When it comes to forecasting one of the biggest challenges is the presence of potential bias. It can lead to inaccurate predictions and poor decision making. At its worst it can render your futures work a complete failure, costing valuable time and money.

During a recent discussion with our expert colleagues at Good Judgement Inc (GJI) we discussed the challenge. GJI’s process of cognitive debiasing represents the industry ‘gold standard’. Their methodology identifies seven main types of bias to watch out for. There are mitigations and tactics in place to defend against them all. De-biasing training can improve forecasting accuracy by between 10-30%.

As future thinkers we need to be especially vigilant. In a study of global businesses by Jonathon Karelse in 2021 the presence of unconscious biases of various types was found to be nearly universal and even more pronounced in forecasters/planners than others playing a part in the system.

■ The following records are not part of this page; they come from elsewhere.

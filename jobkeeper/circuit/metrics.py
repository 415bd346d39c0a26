"""Size and shape of a circuit: what a user checks before paying for a run, and what a
backend checks before accepting one.

Depth: the length of the longest chain of operations that share a qubit or a bit.
``measure`` and ``reset`` count as layers (they take time on a device); a measurement
occupies its bit too, and a conditioned operation also occupies the bits of the register
it tests, since it must wait for them. A ``barrier`` adds no layer but synchronises its
qubits: everything after it starts after everything before it on those qubits, which is
what a barrier is written for (it forbids moving operations across it).

Measurements are terminal when nothing follows a measurement on its qubit except other
barriers, and no operation is conditioned on classical bits: such a circuit can be run
once and sampled. ``has_mid_circuit_measurement`` is true when a measured qubit is used
again (gate, reset or another measurement) or a measured bit steers a later operation.
"""

from __future__ import annotations

from collections import Counter
from dataclasses import asdict, dataclass
from typing import Any

from jobkeeper.circuit.ir import BARRIER, MEASURE, Circuit


@dataclass(frozen=True)
class CircuitMetrics:
    num_qubits: int
    num_clbits: int
    #: qubits some operation other than a barrier acts on, ascending.
    qubits_used: tuple[int, ...]
    #: bits written by a measurement or read by a condition, ascending.
    bits_used: tuple[int, ...]
    #: every operation, barriers included.
    num_operations: int
    #: operations by name (barriers, measure and reset included), sorted by name.
    operation_counts: dict[str, int]
    #: gates (not barriers) acting on two or more qubits.
    multi_qubit_operations: int
    depth: int
    #: operations under ``if(creg==value)``.
    conditional_operations: int
    measurements_terminal: bool
    has_mid_circuit_measurement: bool

    def to_json(self) -> dict[str, Any]:
        """A JSON-ready dict (the convention of every ``to_json`` in jobkeeper)."""
        data = asdict(self)
        data["qubits_used"] = list(self.qubits_used)
        data["bits_used"] = list(self.bits_used)
        return data


def metrics(circuit: Circuit) -> CircuitMetrics:
    # dicts, not lists: a circuit may declare far more qubits than it uses
    qubit_level: dict[int, int] = {}
    bit_level: dict[int, int] = {}
    qubits_used: set[int] = set()
    bits_used: set[int] = set()
    measured_qubits: set[int] = set()
    measured_bits: set[int] = set()
    counts: Counter[str] = Counter()
    multi = conditional = depth = 0
    mid = False
    for op in circuit.operations:
        counts[op.name] += 1
        if op.name == BARRIER:
            top = max((qubit_level.get(q, 0) for q in op.qubits), default=0)
            for q in op.qubits:
                qubit_level[q] = top
            continue
        bits = op.clbits
        if op.condition is not None:
            conditional += 1
            bits = bits + op.condition.clbits
            if measured_bits.intersection(op.condition.clbits):
                mid = True
        if measured_qubits.intersection(op.qubits):
            mid = True
        level = 1 + max(
            max((qubit_level.get(q, 0) for q in op.qubits), default=0),
            max((bit_level.get(b, 0) for b in bits), default=0),
        )
        for q in op.qubits:
            qubit_level[q] = level
        for b in bits:
            bit_level[b] = level
        depth = max(depth, level)
        qubits_used.update(op.qubits)
        bits_used.update(bits)
        if len(op.qubits) >= 2:
            multi += 1
        if op.name == MEASURE:
            measured_qubits.update(op.qubits)
            measured_bits.update(op.clbits)
    return CircuitMetrics(
        num_qubits=circuit.num_qubits,
        num_clbits=circuit.num_clbits,
        qubits_used=tuple(sorted(qubits_used)),
        bits_used=tuple(sorted(bits_used)),
        num_operations=len(circuit.operations),
        operation_counts=dict(sorted(counts.items())),
        multi_qubit_operations=multi,
        depth=depth,
        conditional_operations=conditional,
        measurements_terminal=not mid and conditional == 0,
        has_mid_circuit_measurement=mid,
    )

Of the seven biases GJI primarily looks out for the three most important can be remembered by simply learning your ABCs:

A. Anchoring – attaching a percentage likelihood to an outcome early on in a project can be damaging to first predictions. Avoiding forecasts of others should be a priority too. Work must begin with the whole spectrum of possibilities open.

B. Base-rate neglect – ignoring the general trend in favour of individual situations is surprisingly common and difficult to avoid. Often it can be ascribed to a ‘one off’ personal experience. Forecasts should always start with an objective external perspective and a reference class.

C. Confidence – the best forecasters not only know what they know, they are vigilant against what they don’t know. As Donald Rumsfeld described it, the “unknown unknowns”. Subject matter experts are particularly prone to  overconfidence and have been shown time and again to make poor predictions when compared to the best forecasters.

There are plenty of things your organisation can do to guard against the seven biases and the three highlighted above. Some are specific to a futures project, others require organisational change.

Promoting diversity and inclusion creates a culture that values different perspectives. The UK Civil Service has made important strides in recent years to tackle this pernicious root cause of bias in policy work. There’s plenty more to be getting on with. As futures and forecasting gains ever more importance and awareness across the public sector, its leaders should look forensically at other sources too.